4. After running the migration, restart your server and test your application again to ensure that the error is resolved.

If you still encounter issues, double-check your Prisma configuration, as well as your database connection settings, and ensure your code logic is correct.

Parser library (to be enhanced)

A library of common log parsers is contained in config.yaml.
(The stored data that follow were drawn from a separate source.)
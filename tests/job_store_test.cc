// The SQLite job store: every field round-trips, listing filters and pages like a brute-force
// model, leasing is exclusive under concurrency, and what was acknowledged survives a reopen
// and a killed process.
#include <poll.h>
#include <signal.h>
#include <sqlite3.h>
#include <sys/types.h>
#include <sys/wait.h>
#include <unistd.h>

#include <algorithm>
#include <filesystem>
#include <cstdint>
#include <map>
#include <memory>
#include <mutex>
#include <random>
#include <set>
#include <string>
#include <thread>
#include <vector>

#include "gtest/gtest.h"
#include "server/job_store.h"
#include "tests/test_util.h"

namespace graft::server {
namespace {

using ::graft::testing::ScopedTempDir;

std::unique_ptr<JobStore> OpenOrDie(const std::string& path, Durability durability = Durability::kNormal) {
  absl::StatusOr<std::unique_ptr<JobStore>> store = OpenSqliteJobStore(path, durability);
  EXPECT_TRUE(store.ok()) << store.status();
  return store.ok() ? std::move(*store) : nullptr;
}

// A job with every field set to a distinct, non-default value.
JobRecord FullJob() {
  JobRecord job;
  job.name = "parcel-routing-\xC3\xA9tape";  // non-ASCII UTF-8 on purpose
  job.owner = "mira";
  job.state = JobState::kRunning;
  job.priority = -7;
  job.labels = {{"depot", "harbor"}, {"shift", "night"}, {"", "empty key"}};
  job.attempt = 2;
  job.max_attempts = 5;
  job.submitted_ms = 1700000000001;
  job.started_ms = 1700000000002;
  job.finished_ms = 1700000000003;
  job.total_steps = 4000;
  job.step = 1234;
  job.spec_yaml = "name: parcel-routing\nseed: 7\n'quoted' \"both\" ; DROP TABLE jobs; --\n";
  job.result_json = R"({"iia": 0.93})";
  job.error = "lease lapsed on worker w-3";
  job.worker_id = "w-3";
  job.lease_expires_ms = 1700000060000;
  job.checkpoint_step = 1000;
  job.sweep_id = "sweep-42";
  job.cancel_reason = "cancelled by mira: wrong \"layer\"; the worker stopped at step 1234";
  return job;
}

void ExpectSameJob(const JobRecord& a, const JobRecord& b) {
  EXPECT_EQ(a.id, b.id);
  EXPECT_EQ(a.name, b.name);
  EXPECT_EQ(a.owner, b.owner);
  EXPECT_EQ(a.state, b.state);
  EXPECT_EQ(a.priority, b.priority);
  EXPECT_EQ(a.labels, b.labels);
  EXPECT_EQ(a.attempt, b.attempt);
  EXPECT_EQ(a.max_attempts, b.max_attempts);
  EXPECT_EQ(a.submitted_ms, b.submitted_ms);
  EXPECT_EQ(a.started_ms, b.started_ms);
  EXPECT_EQ(a.finished_ms, b.finished_ms);
  EXPECT_EQ(a.total_steps, b.total_steps);
  EXPECT_EQ(a.step, b.step);
  EXPECT_EQ(a.spec_yaml, b.spec_yaml);
  EXPECT_EQ(a.result_json, b.result_json);
  EXPECT_EQ(a.error, b.error);
  EXPECT_EQ(a.worker_id, b.worker_id);
  EXPECT_EQ(a.lease_expires_ms, b.lease_expires_ms);
  EXPECT_EQ(a.checkpoint_step, b.checkpoint_step);
  EXPECT_EQ(a.sweep_id, b.sweep_id);
  EXPECT_EQ(a.cancel_reason, b.cancel_reason);
}

JobRecord QueuedJob(const std::string& name, int32_t priority = 0) {
  JobRecord job;
  job.name = name;
  job.owner = "mira";
  job.priority = priority;
  return job;
}

std::vector<int64_t> Ids(const std::vector<JobRecord>& jobs) {
  std::vector<int64_t> ids;
  for (const JobRecord& j : jobs) ids.push_back(j.id);
  return ids;
}

// Runs one SQL query on a separate raw connection and returns the first column of its first row.
std::string RawQuery(const std::string& path, const std::string& sql) {
  sqlite3* db = nullptr;
  std::string out = "<error>";
  if (sqlite3_open_v2(path.c_str(), &db, SQLITE_OPEN_READWRITE, nullptr) == SQLITE_OK) {
    sqlite3_stmt* stmt = nullptr;
    if (sqlite3_prepare_v2(db, sql.c_str(), -1, &stmt, nullptr) == SQLITE_OK && sqlite3_step(stmt) == SQLITE_ROW) {
      const unsigned char* text = sqlite3_column_text(stmt, 0);
      out = text != nullptr ? reinterpret_cast<const char*>(text) : "";
    }
    sqlite3_finalize(stmt);
  }
  sqlite3_close(db);
  return out;
}

// Sets user_version on a raw connection (creating the file if needed).
void SetUserVersion(const std::string& path, int version) {
  sqlite3* db = nullptr;
  ASSERT_EQ(sqlite3_open(path.c_str(), &db), SQLITE_OK);
  const std::string sql = "PRAGMA user_version = " + std::to_string(version);
  ASSERT_EQ(sqlite3_exec(db, sql.c_str(), nullptr, nullptr, nullptr), SQLITE_OK) << sqlite3_errmsg(db);
  sqlite3_close(db);
}

class SqliteJobStore : public ::testing::Test {
 protected:
  void SetUp() override {
    path_ = dir_.path() + "/jobs.db";
    store_ = OpenOrDie(path_);
    ASSERT_NE(store_, nullptr);
  }
  ScopedTempDir dir_;
  std::string path_;
  std::unique_ptr<JobStore> store_;
};

TEST(JobState, NamesAndFinality) {
  EXPECT_STREQ(ToString(JobState::kQueued), "queued");
  EXPECT_STREQ(ToString(JobState::kRunning), "running");
  EXPECT_STREQ(ToString(JobState::kSucceeded), "succeeded");
  EXPECT_STREQ(ToString(JobState::kFailed), "failed");
  EXPECT_STREQ(ToString(JobState::kCancelled), "cancelled");
  EXPECT_FALSE(IsFinal(JobState::kQueued));
  EXPECT_FALSE(IsFinal(JobState::kRunning));
  EXPECT_TRUE(IsFinal(JobState::kSucceeded));
  EXPECT_TRUE(IsFinal(JobState::kFailed));
  EXPECT_TRUE(IsFinal(JobState::kCancelled));
}

TEST_F(SqliteJobStore, InsertGetUpdateRoundTripsEveryField) {
  JobRecord job = FullJob();
  job.id = 999;  // ignored by InsertJob
  absl::StatusOr<int64_t> id = store_->InsertJob(job);
  ASSERT_OK(id);
  EXPECT_EQ(*id, 1);
  job.id = *id;
  absl::StatusOr<JobRecord> got = store_->GetJob(*id);
  ASSERT_OK(got);
  ExpectSameJob(*got, job);

  JobRecord changed;  // every field different again
  changed.id = *id;
  changed.name = "checksum-digits";
  changed.owner = "teo";
  changed.state = JobState::kFailed;
  changed.priority = 9;
  changed.labels = {{"digits", "4"}};
  changed.attempt = 3;
  changed.max_attempts = 3;
  changed.submitted_ms = 11;
  changed.started_ms = 12;
  changed.finished_ms = 13;
  changed.total_steps = 14;
  changed.step = 15;
  changed.spec_yaml = "name: checksum-digits\n";
  changed.result_json = "{}";
  changed.error = "diverged";
  changed.worker_id = "";
  changed.lease_expires_ms = 0;
  changed.checkpoint_step = 16;
  changed.sweep_id = "";
  changed.cancel_reason = "";
  ASSERT_OK(store_->UpdateJob(changed));
  got = store_->GetJob(*id);
  ASSERT_OK(got);
  ExpectSameJob(*got, changed);
}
These parsers were tested against real logs in testlogs/*_2k.log.

Android
Apache
HDFS
Hadoop
Linux
Mac
Spark
Windows

See parsers_test.go for tests and loghub for more log samples.

Installation

Using go install:

GOBIN=/usr/local/bin go install "github.com/ingyamilmolinar/doctorgpt/agent"

Dependencies

A Go compiler (for building and running tests only)
docker (for development)
k3d (for development)
kubectl (for development)
make (for development)

Features (to be enhanced)

Environment independent self-sufficient lightweight (8.3MB) binary. (Windows support is missing but could be easily added)
Alpine Linux Docker image
Configurable chatGPT prompt
Supports every GPT model version
Match multiple log formats within the same file
Match multiple parsers for the same log entry
Match multiple filters for the same log entry
Ignore logs from being part of the context (for sensitive or spammy information)
Support custom variable names
Powerful regex format (Perl/Go flavor)
Maximize the amount of log context in the diagnosis

Work in progress

Dividing log contexts per custom regex match in variable values
Enhance library of common log parsers

Future work

Structured logging parsing
Generate a config.yaml based on real life log examples (boottrap config using GPT)
"FROM scratch" lightweight docker image
Release strategy & CI
Windows / Mac support
Support custom types (for timestamp comparisons, etc)
Production readiness (security, auth, monitoring, optimization, more tests...)
Sentry SDK integration
Helm chart

Development

export OPENAI_API=<your-api-key>
make k4d-create (to create k3d cluster)
make k3d-delete (to delete k3d cluster) NOTE: See Makefile for more commands

Testing (Tests do not use OpenAI API)

cd agent; go test ./...; cd -
cd agent; go test -v ./...; cd - (verbose mode)

Contributing

Feel free to open an issue with your suggestion on how to make this program more useful, portable, efficient and production-ready (and of course BUGS!).

Feel free to open MRs. I'll review them if I see they follow the philosophy of this project. For larger chunks of work or design changes, please open an issue first so that the strategy can be discussed.